The municipal election held on 7 June 2009 yielded the following results:

| Year | Klassen | FBL | Werland | Total |
|---|---|---|---|---|
| 2009 | 7 | 6 | 3 | 16 seats |

=== Coat of arms ===
The municipality's arms might be described thus: Gules five bezants, three and two, in a chief argent a cross of the first.

== Culture and sightseeing ==

=== Clubs ===
Village life is enhanced by several clubs:
- Monzelfeld Volunteer Fire Brigade
- Musikverein „Cäcilia“ Monzelfeld 1926 e.V. (music)
- Heimatverein Monzelfeld 1984 e.V. (local history)
- SV Monzelfeld 1921 e.V. (sport)
- Jugendgruppe „Zum Backes“ Monzelfeld 1981 e.V. (youth group)
- KV „Welle Baie“ 1954 Monzelfeld e.V (Carnival)

=== Sightseeing ===
Monzelfeld is surrounded by hiking trails offering scenic views of the Moselle valley, and the woods of the Hunsrück.

== Economy and infrastructure ==
Formerly characterized by agriculture, Monzelfeld is today mainly a residential community with a great many commuters who shuttle to and from jobs in nearby Bernkastel-Kues and Morbach.

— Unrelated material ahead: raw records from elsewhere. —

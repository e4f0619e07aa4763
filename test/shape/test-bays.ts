import type { Habitat } from "../../src/layout/habitat.ts";
import { resolveHabitat } from "../../src/layout/resolve.ts";
import type { ElementFile } from "../../src/layout/schema.ts";
import { deckFile, layoutOf } from "../support/layout-of.ts";

const ladder = (
	id: string,
	angle_deg: number,
	axial_m: number,
	foot_radius_m: number,
	head_radius_m: number,
	facing_deg: number,
): ElementFile => ({
	id,
	kind: "ladder",
	angle_deg,
	axial_m,
	foot_radius_m,
	head_radius_m,
	facing_deg,
	width_m: 0.45,
	rung_spacing_m: 0.3,
	toe_clearance_m: 0.2,
	traffic: "both",
});

/** A flat deck over a curved one, with a window or hatch of either outline in every face. */
export const manyOpenings = (): Habitat =>
	resolveHabitat(
		layoutOf({
			decks: [
				deckFile({ id: "curved", radius_m: 16, from_deg: -15, to_deg: 15, from_m: -2.5, to_m: 2.5, headroom_m: 2.6 }),
				deckFile({ id: "flat", floor: "flat", radius_m: 12, from_deg: -20, to_deg: 20, from_m: -2.5, to_m: 2.5, headroom_m: 2.5 }),
			],
			elements: [
				{
					id: "floor-round",
					kind: "window",
					deck: "curved",
					surface: "floor",
					angle_deg: -8,
					axial_m: -1,
					shape: "circle",
					diameter_m: 0.8,
				},
				{
					id: "end-round",
					kind: "window",
					deck: "curved",
					surface: "end-low",
					angle_deg: 3,
					height_m: 1.3,
					shape: "circle",
					diameter_m: 1.2,
				},
				{
					id: "end-square",
					kind: "window",
					deck: "curved",
					surface: "end-high",
					angle_deg: 3,
					height_m: 1.3,
					shape: "rectangle",
					along_m: 1.7,
					across_m: 0.8,
				},
				{
					id: "ceiling-square",
					kind: "window",
					deck: "curved",
					surface: "ceiling",
					angle_deg: -9,
					axial_m: 1,
					shape: "rectangle",
					along_m: 1.3,
					across_m: 0.8,
				},
				{
					id: "side-round",
					kind: "window",
					deck: "curved",
					surface: "side-low",
					axial_m: 0.5,
					height_m: 1.4,
					shape: "circle",
					diameter_m: 0.7,
				},
				{
					id: "flat-ceiling",
					kind: "window",
					deck: "flat",
					surface: "ceiling",
					angle_deg: 2,
					axial_m: -1,
					shape: "circle",
					diameter_m: 0.6,
				},
				{
					id: "flat-end",
					kind: "window",
					deck: "flat",
					surface: "end-high",
					angle_deg: 6,
					height_m: 1.4,
					shape: "rectangle",
					along_m: 1.2,
					across_m: 0.6,
				},
				{
					id: "flat-side",
					kind: "window",
					deck: "flat",
					surface: "side-high",
					axial_m: 0.5,
					height_m: 1.4,
					shape: "circle",
					diameter_m: 0.7,
				},
				{ id: "round-hatch", kind: "hatch", deck: "flat", angle_deg: 8, axial_m: 0.8, shape: "circle", diameter_m: 0.9 },
				{ id: "square-hatch", kind: "hatch", deck: "flat", angle_deg: -6, axial_m: -0.6, shape: "rectangle", along_m: 1.1, across_m: 0.7 },
				{ id: "outer-hatch", kind: "hatch", deck: "curved", angle_deg: 9, axial_m: -1.5, shape: "rectangle", along_m: 0.9, across_m: 0.6 },
				ladder("ladder", 8, 0.8, 16, 11, 90),
				{ id: "desk", kind: "workstation", deck: "flat", angle_deg: -10, axial_m: 0.8, facing_deg: 180 },
			],
		}),
	);

/** Two whole rings, a hatch at the seam of one of them. */
export const wholeRings = (): Habitat =>
	resolveHabitat(
		layoutOf({
			decks: [deckFile({ id: "rim", radius_m: 8, headroom_m: 2.5 }), deckFile({ id: "hub", radius_m: 5, headroom_m: 2.5 })],
			elements: [
				{ id: "between", kind: "hatch", deck: "hub", angle_deg: 30, axial_m: 0, shape: "rectangle", along_m: 1, across_m: 0.8 },
				{ id: "seam", kind: "hatch", deck: "rim", angle_deg: 180, axial_m: 0, shape: "circle", diameter_m: 1 },
				{ id: "port", kind: "window", deck: "rim", surface: "end-high", angle_deg: 20, height_m: 1.4, shape: "circle", diameter_m: 1.2 },
				ladder("ladder", 30, 0, 8, 4, 45),
				{ id: "desk", kind: "workstation", deck: "rim", angle_deg: -40, axial_m: 0.8, facing_deg: 30 },
			],
		}),
	);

In the small outlying centre of Annenberg in the Hinterbach valley, there was once mining, as recalled by a fountain in the village centre.

Monzelfeld has its own kindergarten, a primary school and a Catholic Church (St. Stephanus, or Saint Stephen's).

Lying 24 km away is Frankfurt-Hahn Airport.